BEGIN PROVIDED RECORDS

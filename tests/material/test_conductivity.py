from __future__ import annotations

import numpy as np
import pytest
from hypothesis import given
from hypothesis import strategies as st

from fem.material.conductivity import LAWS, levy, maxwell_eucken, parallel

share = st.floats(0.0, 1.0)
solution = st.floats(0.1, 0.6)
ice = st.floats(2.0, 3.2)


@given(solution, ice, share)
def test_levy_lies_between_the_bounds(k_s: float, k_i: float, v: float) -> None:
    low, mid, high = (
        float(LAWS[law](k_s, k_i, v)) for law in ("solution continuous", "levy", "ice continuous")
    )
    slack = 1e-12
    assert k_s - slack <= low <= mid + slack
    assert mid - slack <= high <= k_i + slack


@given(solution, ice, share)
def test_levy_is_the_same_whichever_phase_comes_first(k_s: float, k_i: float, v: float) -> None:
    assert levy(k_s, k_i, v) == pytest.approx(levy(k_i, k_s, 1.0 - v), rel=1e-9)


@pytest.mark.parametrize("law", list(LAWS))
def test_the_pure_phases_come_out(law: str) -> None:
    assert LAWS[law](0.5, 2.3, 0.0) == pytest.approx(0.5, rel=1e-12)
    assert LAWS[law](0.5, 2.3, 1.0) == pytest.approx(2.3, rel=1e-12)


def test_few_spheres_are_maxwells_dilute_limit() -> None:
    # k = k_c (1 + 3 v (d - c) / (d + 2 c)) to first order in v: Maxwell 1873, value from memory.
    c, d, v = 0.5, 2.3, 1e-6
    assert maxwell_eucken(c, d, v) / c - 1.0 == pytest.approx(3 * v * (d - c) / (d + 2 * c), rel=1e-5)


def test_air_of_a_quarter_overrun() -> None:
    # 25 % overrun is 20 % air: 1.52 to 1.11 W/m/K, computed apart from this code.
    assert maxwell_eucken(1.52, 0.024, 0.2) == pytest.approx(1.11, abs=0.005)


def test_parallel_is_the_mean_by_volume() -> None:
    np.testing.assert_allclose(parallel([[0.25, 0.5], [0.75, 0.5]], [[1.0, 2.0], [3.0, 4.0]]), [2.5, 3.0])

END PROVIDED RECORDS

Every line of the listing should be repeated exactly.

filename tests/material/test_conductivity.py
from __future__ import annotations

import numpy as np
import pytest
from hypothesis import given
from hypothesis import strategies as st

from fem.material.conductivity import LAWS, levy, maxwell_eucken, parallel

share = st.floats(0.0, 1.0)
solution = st.floats(0.1, 0.6)
ice = st.floats(2.0, 3.2)


@given(solution, ice, share)
def test_levy_lies_between_the_bounds(k_s: float, k_i: float, v: float) -> None:
    low, mid, high = (
        float(LAWS[law](k_s, k_i, v)) for law in ("solution continuous", "levy", "ice continuous")
    )
    slack = 1e-12
    assert k_s - slack <= low <= mid + slack
    assert mid - slack <= high <= k_i + slack


@given(solution, ice, share)
def test_levy_is_the_same_whichever_phase_comes_first(k_s: float, k_i: float, v: float) -> None:
    assert levy(k_s, k_i, v) == pytest.approx(levy(k_i, k_s, 1.0 - v), rel=1e-9)


@pytest.mark.parametrize("law", list(LAWS))
def test_the_pure_phases_come_out(law: str) -> None:
    assert LAWS[law](0.5, 2.3, 0.0) == pytest.approx(0.5, rel=1e-12)
    assert LAWS[law](0.5, 2.3, 1.0) == pytest.approx(2.3, rel=1e-12)


def test_few_spheres_are_maxwells_dilute_limit() -> None:
    # k = k_c (1 + 3 v (d - c) / (d + 2 c)) to first order in v: Maxwell 1873, value from memory.
    c, d, v = 0.5, 2.3, 1e-6
    assert maxwell_eucken(c, d, v) / c - 1.0 == pytest.approx(3 * v * (d - c) / (d + 2 * c), rel=1e-5)


def test_air_of_a_quarter_overrun() -> None:
    # 25 % overrun is 20 % air: 1.52 to 1.11 W/m/K, computed apart from this code.
    assert maxwell_eucken(1.52, 0.024, 0.2) == pytest.approx(1.11, abs=0.005)


def test_parallel_is_the_mean_by_volume() -> None:
    np.testing.assert_allclose(parallel([[0.25, 0.5], [0.75, 0.5]], [[1.0, 2.0], [3.0, 4.0]]), [2.5, 3.0])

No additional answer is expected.